**** DATA UNDER STUDY ****

function parseFlacFrameHeader (b: Uint8Array, p: number, info: FlacInfo): number | null {
  const variable = (b[p + 1]! & 1) === 1
  const bsCode = b[p + 2]! >> 4
  const srCode = b[p + 2]! & 0x0f
  if (bsCode === 0 || srCode === 15 || (b[p + 3]! & 1) !== 0 || (b[p + 3]! >> 4) > 10) return null
  // The frame or sample number uses the UTF-8 style variable-length code.
  let q = p + 4
  const lead = b[q]!
  let len = 0
  if (lead < 0x80) len = 1
  else if (lead >= 0xc0 && lead < 0xe0) len = 2
  else if (lead >= 0xe0 && lead < 0xf0) len = 3
  else if (lead >= 0xf0 && lead < 0xf8) len = 4
  else if (lead >= 0xf8 && lead < 0xfc) len = 5
  else if (lead >= 0xfc && lead < 0xfe) len = 6
  else if (lead === 0xfe) len = 7
  else return null
  let num = len === 1 ? lead : lead & (0x7f >> len)
  for (let i = 1; i < len; i++) {
    const c = b[q + i]
    if (c === undefined || (c & 0xc0) !== 0x80) return null
    num = num * 64 + (c & 0x3f)
  }
  q += len
  if (bsCode === 6) q += 1
  else if (bsCode === 7) q += 2
  if (srCode === 12) q += 1
  else if (srCode === 13 || srCode === 14) q += 2
  if (q >= b.length || crc8(b, p, q) !== b[q]) return null
  const blockSize = info.maxBlock || 4096
  return variable ? num : num * blockSize
}

function crc8 (b: Uint8Array, from: number, to: number): number {
  let crc = 0
  for (let i = from; i < to; i++) {
    crc ^= b[i]!
    for (let k = 0; k < 8; k++) crc = crc & 0x80 ? ((crc << 1) ^ 0x07) & 0xff : (crc << 1) & 0xff
  }
  return crc
}

// ---- MP3 (MPEG-1/2/2.5 audio, layers I–III) -----------------------------------------------------

const MPEG_RATES = [[11025, 12000, 8000], [0, 0, 0], [22050, 24000, 16000], [44100, 48000, 32000]]
const BITRATES: Record<string, number[]> = {
  '1-1': [0, 32, 64, 96, 128, 160, 192, 224, 256, 288, 320, 352, 384, 416, 448],
  '1-2': [0, 32, 48, 56, 64, 80, 96, 112, 128, 160, 192, 224, 256, 320, 384],
  '1-3': [0, 32, 40, 48, 56, 64, 80, 96, 112, 128, 160, 192, 224, 256, 320],
  '2-1': [0, 32, 48, 56, 64, 80, 96, 112, 128, 144, 160, 176, 192, 224, 256],
  '2-2': [0, 8, 16, 24, 32, 40, 48, 56, 64, 80, 96, 112, 128, 144, 160],
}

interface MpegFrame { sampleRate: number, channels: number, bitrate: number, length: number, samplesPerFrame: number }

function mpegFrame (b: Uint8Array, p: number): MpegFrame | null {
  if (p + 4 > b.length || b[p] !== 0xff || (b[p + 1]! & 0xe0) !== 0xe0) return null
  const version = (b[p + 1]! >> 3) & 3 // 0: 2.5, 2: 2, 3: 1
  const layer = 4 - ((b[p + 1]! >> 1) & 3) // 1..3; 4 = reserved
  const brIndex = b[p + 2]! >> 4
  const srIndex = (b[p + 2]! >> 2) & 3
  if (version === 1 || layer === 4 || brIndex === 0 || brIndex === 15 || srIndex === 3) return null
  const mpeg1 = version === 3
  const table = BITRATES[mpeg1 ? `1-${layer}` : layer === 1 ? '2-1' : '2-2']!
  const bitrate = table[brIndex]! * 1000
  const sampleRate = MPEG_RATES[version]![srIndex]!
  const pad = (b[p + 2]! >> 1) & 1
  const channels = (b[p + 3]! >> 6) === 3 ? 1 : 2
  let length: number
  let samplesPerFrame: number
  // Frame length in bytes and samples per frame (ISO/IEC 11172-3 and 13818-3; common practice).
  if (layer === 1) {
    length = (Math.floor((12 * bitrate) / sampleRate) + pad) * 4
    samplesPerFrame = 384
  } else if (layer === 2 || mpeg1) {
    length = Math.floor((144 * bitrate) / sampleRate) + pad
    samplesPerFrame = 1152
  } else {
    length = Math.floor((72 * bitrate) / sampleRate) + pad
    samplesPerFrame = 576
  }
  return { sampleRate, channels, bitrate, length, samplesPerFrame }
}

/** Offset just past an ID3v2 tag at the start, or 0. */
function id3End (b: Uint8Array): number {
  if (!isAscii(b, 0, 'ID3') || b.length < 10) return 0
  const size = ((b[6]! & 0x7f) << 21) | ((b[7]! & 0x7f) << 14) | ((b[8]! & 0x7f) << 7) | (b[9]! & 0x7f)
  const footer = (b[5]! & 0x10) ? 10 : 0
  return 10 + size + footer
}

/** Offset of the first MPEG audio frame confirmed by the next frame header (or the end of the file). */
function findMpegStart (b: Uint8Array, from: number): number {
  // After an ID3 tag some writers leave padding; without a tag, the frame must start the file.
  const limit = from > 0 ? Math.min(b.length, from + 65536) : 1
  for (let p = from; p < limit && p < b.length; p++) {
    const f = mpegFrame(b, p)
    if (!f) continue
    const next = p + f.length
    if (next === b.length || (next < b.length && mpegFrame(b, next) !== null)) return p
  }
  return -1
}

async function decodeMp3 (b: Uint8Array, limits: Limits): Promise<DecodedAudio> {
  const start = findMpegStart(b, id3End(b))
  const first = mpegFrame(b, start)!
  checkSampleRate(first.sampleRate, 'mp3')
  // Xing/Info frame count when the encoder wrote one, else the constant-bitrate estimate.
  const frameBytes = b.subarray(start, Math.min(b.length, start + first.length))
  let declaredFrames: number | null = null
  for (const tag of ['Xing', 'Info']) {
    const at = indexOfAscii(frameBytes, tag)
    if (at >= 0 && at + 12 <= frameBytes.length && (frameBytes[at + 7]! & 1)) {
      declaredFrames = new DataView(frameBytes.buffer, frameBytes.byteOffset + at + 8, 4).getUint32(0)
    }
  }
  const estimateS = declaredFrames !== null
    ? (declaredFrames * first.samplesPerFrame) / first.sampleRate
    : ((b.length - start) * 8) / first.bitrate
  checkDuration(estimateS, limits, 'mp3')

  const { decoder } = await import('@audio/decode-mp3')
  const dec = await decoder()
  // mpg123 always hands back two channels; a mono stream is the first of them.
  const channels = first.channels
  const mixer = new MonoMixer('mp3', Math.ceil(limits.maxDurationS * 1.05 * first.sampleRate))
  let sampleRate = first.sampleRate
  try {
    const body = b.subarray(start)
    for (let p = 0; p < body.length; p += CHUNK_BYTES) {
      const r = dec.decode(body.subarray(p, p + CHUNK_BYTES)) as DecodedChunk
      failOnCodecErrors(r, 'mp3')
      const n = framesOf(r)
      if (n > 0) { sampleRate = r.sampleRate || sampleRate; mixer.push(r.channelData, n, Math.min(channels, r.channelData.length)) }
    }
  } finally {
    dec.free()
  }
  checkSampleRate(sampleRate, 'mp3')
  const truncated = declaredFrames !== null && mixer.frames < (declaredFrames - 2) * first.samplesPerFrame - 2 * 1152
  requireFrames(mixer.frames, sampleRate, truncated, 'mp3')
  return result(mixer, sampleRate, channels, truncated)
}

function indexOfAscii (b: Uint8Array, s: string): number {
  outer: for (let i = 0; i + s.length <= b.length; i++) {
    for (let k = 0; k < s.length; k++) if (b[i + k] !== s.charCodeAt(k)) continue outer
    return i
  }
  return -1
}

// ---- Ogg (RFC 3533) with Vorbis or Opus (RFC 7845) ----------------------------------------------

function oggFirstPacket (b: Uint8Array): Uint8Array | null {
  if (b.length < 28 || !isAscii(b, 0, 'OggS')) return null
  const nseg = b[26]!
  let len = 0
  for (let i = 0; i < nseg && 27 + i < b.length; i++) {
    len += b[27 + i]!
    if (b[27 + i]! < 255) break
  }
  const at = 27 + nseg
  return b.subarray(at, Math.min(b.length, at + len))
}

let oggCrcTable: Uint32Array | null = null
function oggCrc (b: Uint8Array, from: number, to: number): number {
  if (!oggCrcTable) {
    oggCrcTable = new Uint32Array(256)
    for (let i = 0; i < 256; i++) {
      let r = i << 24
      for (let k = 0; k < 8; k++) r = r & 0x80000000 ? (r << 1) ^ 0x04c11db7 : r << 1
      oggCrcTable[i] = r >>> 0
    }
  }
  const t = oggCrcTable
  let crc = 0
  for (let i = from; i < to; i++) {
    // The CRC field itself (bytes 22–25 of the page) counts as zero.
    const byte = i - from >= 22 && i - from < 26 ? 0 : b[i]!
    crc = ((crc << 8) ^ t[((crc >>> 24) ^ byte) & 0xff]!) >>> 0
  }
  return crc
}

interface OggScan { lastGranule: number, truncated: boolean, packets: Uint8Array[] }

/**
 * Walks every page of the first logical stream: checks capture pattern and CRC, notes a cut-off
 * end and the last granule position, and (when asked) reassembles the packets.
 */
function scanOgg (b: Uint8Array, format: AudioFormat, wantPackets: boolean): OggScan {
  const v = new DataView(b.buffer, b.byteOffset, b.byteLength)
  const serial = b.length >= 18 ? v.getUint32(14, true) : 0
  const packets: Uint8Array[] = []
  let pending: Uint8Array[] = []
  let p = 0
  let lastGranule = -1
  let eos = false
  let truncated = false
  while (p < b.length) {
    if (p + 27 > b.length) { truncated = true; break }
    if (!isAscii(b, p, 'OggS') || b[p + 4] !== 0) throw new AnalysisError('corrupt', { format, reason: 'ogg_page', offset: p })
    const nseg = b[p + 26]!
    if (p + 27 + nseg > b.length) { truncated = true; break }
    let size = 27 + nseg
    for (let i = 0; i < nseg; i++) size += b[p + 27 + i]!
    if (p + size > b.length) { truncated = true; break }
    if (oggCrc(b, p, p + size) !== v.getUint32(p + 22, true)) throw new AnalysisError('corrupt', { format, reason: 'ogg_crc', offset: p })
    if (v.getUint32(p + 14, true) === serial) {
      const lo = v.getUint32(p + 6, true)
      const hi = v.getUint32(p + 10, true)
      if (!(lo === 0xffffffff && hi === 0xffffffff)) lastGranule = hi * 2 ** 32 + lo
      if (b[p + 5]! & 4) eos = true
      if (wantPackets) {
        if (!(b[p + 5]! & 1)) pending = [] // not a continuation: a dangling partial packet is dropped
        let q = p + 27 + nseg
        let start = q
        for (let i = 0; i < nseg; i++) {
          const len = b[p + 27 + i]!
          q += len
          if (len < 255) {
            const piece = b.subarray(start, q)
            packets.push(pending.length ? concat([...pending, piece]) : piece)
            pending = []
            start = q
          }
        }
        if (start < q) pending.push(b.subarray(start, q))
      }
    }
    p += size
  }
  return { lastGranule, truncated: truncated || !eos, packets }
}

function concat (parts: Uint8Array[]): Uint8Array {
  let n = 0
  for (const x of parts) n += x.length
  const out = new Uint8Array(n)
  let p = 0
  for (const x of parts) { out.set(x, p); p += x.length }
  return out
}

async function decodeOggVorbis (b: Uint8Array, limits: Limits): Promise<DecodedAudio> {
  const format = 'ogg-vorbis'
  const head = oggFirstPacket(b)!
  if (head.length < 30) throw new AnalysisError('corrupt', { format, reason: 'vorbis_id' })
  const headerRate = new DataView(head.buffer, head.byteOffset + 12, 4).getUint32(0, true)
  checkSampleRate(headerRate, format)
  const scan = scanOgg(b, format, false)
  if (scan.lastGranule > 0) checkDuration(scan.lastGranule / headerRate, limits, format)

  const { decoder } = await import('@audio/decode-vorbis')
  const dec = await decoder()
  const mixer = new MonoMixer(format, Math.ceil(limits.maxDurationS * headerRate))
  let sampleRate = headerRate
  let channels = head[11]!
  try {
    const take = (r: DecodedChunk) => {
      failOnCodecErrors(r, format)
      const n = framesOf(r)
      if (n > 0) { sampleRate = r.sampleRate || sampleRate; channels = r.channelData.length; mixer.push(r.channelData, n) }
    }
    for (let p = 0; p < b.length; p += CHUNK_BYTES) take(dec.decode(b.subarray(p, p + CHUNK_BYTES)) as DecodedChunk)
    take(dec.flush() as DecodedChunk)
  } finally {
    dec.free()
  }
  checkSampleRate(sampleRate, format)
  requireFrames(mixer.frames, sampleRate, scan.truncated, format)
  return result(mixer, sampleRate, channels, scan.truncated)
}

async function decodeOggOpus (b: Uint8Array, limits: Limits): Promise<DecodedAudio> {
  const format = 'ogg-opus'
  const scan = scanOgg(b, format, true)
  const head = parseOpusHead(scan.packets[0] ?? null, format)
  if (!head) throw new AnalysisError('corrupt', { format, reason: 'opus_head' })
  // Packet 0 is OpusHead, packet 1 OpusTags (RFC 7845 §3); audio follows.
  const audio = scan.packets.slice(2)
  // The last granule position counts 48-kHz samples including the pre-skip (RFC 7845 §4).
  const endSamples = scan.lastGranule > 0 ? scan.lastGranule - head.preSkip : Infinity
  return decodeOpusPackets(audio, head, format, limits, endSamples, scan.truncated)
}

// ---- WebM / Matroska with Opus ------------------------------------------------------------------

const EBML_ID = 0x1a45dfa3
const SEGMENT = 0x18538067
const CLUSTER = 0x1f43b675
// Elements that may follow a Cluster at Segment level: they end an unknown-size Cluster.
const SEGMENT_CHILDREN = new Set([0x114d9b74, 0x1549a966, 0x1654ae6b, CLUSTER, 0x1c53bb6b, 0x1254c367, 0x1043a770, 0x1941a469, SEGMENT, EBML_ID])
const CLUSTER_CHILDREN = new Set([0xe7, 0x5854, 0xa7, 0xab, 0xa3, 0xa0, 0xaf, 0xec, 0xbf])

interface MkvTrack {
  number: number
  codecId: string
  codecPrivate: Uint8Array | null
  channels: number
  sampleRate: number
  codecDelayNs: number
  encoded: boolean
}

interface MkvParse {
  docType: string
  track: MkvTrack | null
  packets: Uint8Array[]
  /** DiscardPadding of the last block, in ns (trims encoder padding at the end). */
  endPaddingNs: number
  truncated: boolean
}

interface ElHeader { id: number, size: number /* -1 = unknown */, data: number }

class Truncated extends Error {}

****

The reply should hold only the lines from the beginning of the listing above through the line with "if (c === undefined", each one written exactly as it appears.

function parseFlacFrameHeader (b: Uint8Array, p: number, info: FlacInfo): number | null {
  const variable = (b[p + 1]! & 1) === 1
  const bsCode = b[p + 2]! >> 4
  const srCode = b[p + 2]! & 0x0f
  if (bsCode === 0 || srCode === 15 || (b[p + 3]! & 1) !== 0 || (b[p + 3]! >> 4) > 10) return null
  // The frame or sample number uses the UTF-8 style variable-length code.
  let q = p + 4
  const lead = b[q]!
  let len = 0
  if (lead < 0x80) len = 1
  else if (lead >= 0xc0 && lead < 0xe0) len = 2
  else if (lead >= 0xe0 && lead < 0xf0) len = 3
  else if (lead >= 0xf0 && lead < 0xf8) len = 4
  else if (lead >= 0xf8 && lead < 0xfc) len = 5
  else if (lead >= 0xfc && lead < 0xfe) len = 6
  else if (lead === 0xfe) len = 7
  else return null
  let num = len === 1 ? lead : lead & (0x7f >> len)
  for (let i = 1; i < len; i++) {
    const c = b[q + i]
    if (c === undefined || (c & 0xc0) !== 0x80) return null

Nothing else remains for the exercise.